**Your instructions**
Could you write out the records below exactly as they appear?

——————————

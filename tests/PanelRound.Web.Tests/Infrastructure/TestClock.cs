using Microsoft.Extensions.Time.Testing;

namespace PanelRound.Web.Tests.Infrastructure;

/// <summary>
/// The shared host's clock: a <see cref="FakeTimeProvider"/> that tests move with
/// <see cref="Advance"/> (a deadline passing, an outcome arriving) instead of editing rows.
/// Each test starts it again at the real time; time also moves one millisecond per reading, so
/// two records written one after the other never share a timestamp.
/// </summary>
/// <remarks>
/// Implementation note: a <see cref="FakeTimeProvider"/> cannot be set back, and the next test
/// must start at the real time again, so the host holds this wrapper and each reset puts a new
/// fake behind it.
/// </remarks>
public sealed class TestClock : TimeProvider
{
    private FakeTimeProvider _fake = Fresh();

    /// <summary>Moves the app's time forward.</summary>
    public void Advance(TimeSpan by) => _fake.Advance(by);

    /// <summary>Starts again at the real time (between tests).</summary>
    public void Restart() => _fake = Fresh();

    /// <summary>Stops the clock at an instant, past or future, until the next test (a day to load the demo on).</summary>
    public void StopAt(DateTimeOffset instant) => _fake = new FakeTimeProvider(instant);

    public override DateTimeOffset GetUtcNow() => _fake.GetUtcNow();

    public override TimeZoneInfo LocalTimeZone => _fake.LocalTimeZone;

    public override long TimestampFrequency => _fake.TimestampFrequency;

    public override long GetTimestamp() => _fake.GetTimestamp();

    public override ITimer CreateTimer(TimerCallback callback, object? state, TimeSpan dueTime, TimeSpan period) =>
        _fake.CreateTimer(callback, state, dueTime, period);

    private static FakeTimeProvider Fresh() =>
        new(DateTimeOffset.UtcNow) { AutoAdvanceAmount = TimeSpan.FromMilliseconds(1) };
}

——————————

**Finished task**
filename tests/PanelRound.Web.Tests/Infrastructure/TestClock.cs
using Microsoft.Extensions.Time.Testing;

namespace PanelRound.Web.Tests.Infrastructure;

/// <summary>
/// The shared host's clock: a <see cref="FakeTimeProvider"/> that tests move with
/// <see cref="Advance"/> (a deadline passing, an outcome arriving) instead of editing rows.
/// Each test starts it again at the real time; time also moves one millisecond per reading, so
/// two records written one after the other never share a timestamp.
/// </summary>
/// <remarks>
/// Implementation note: a <see cref="FakeTimeProvider"/> cannot be set back, and the next test
/// must start at the real time again, so the host holds this wrapper and each reset puts a new
/// fake behind it.
/// </remarks>
public sealed class TestClock : TimeProvider
{
    private FakeTimeProvider _fake = Fresh();

    /// <summary>Moves the app's time forward.</summary>
    public void Advance(TimeSpan by) => _fake.Advance(by);

    /// <summary>Starts again at the real time (between tests).</summary>
    public void Restart() => _fake = Fresh();

    /// <summary>Stops the clock at an instant, past or future, until the next test (a day to load the demo on).</summary>
    public void StopAt(DateTimeOffset instant) => _fake = new FakeTimeProvider(instant);

    public override DateTimeOffset GetUtcNow() => _fake.GetUtcNow();

    public override TimeZoneInfo LocalTimeZone => _fake.LocalTimeZone;

    public override long TimestampFrequency => _fake.TimestampFrequency;

    public override long GetTimestamp() => _fake.GetTimestamp();

    public override ITimer CreateTimer(TimerCallback callback, object? state, TimeSpan dueTime, TimeSpan period) =>
        _fake.CreateTimer(callback, state, dueTime, period);

    private static FakeTimeProvider Fresh() =>
        new(DateTimeOffset.UtcNow) { AutoAdvanceAmount = TimeSpan.FromMilliseconds(1) };
}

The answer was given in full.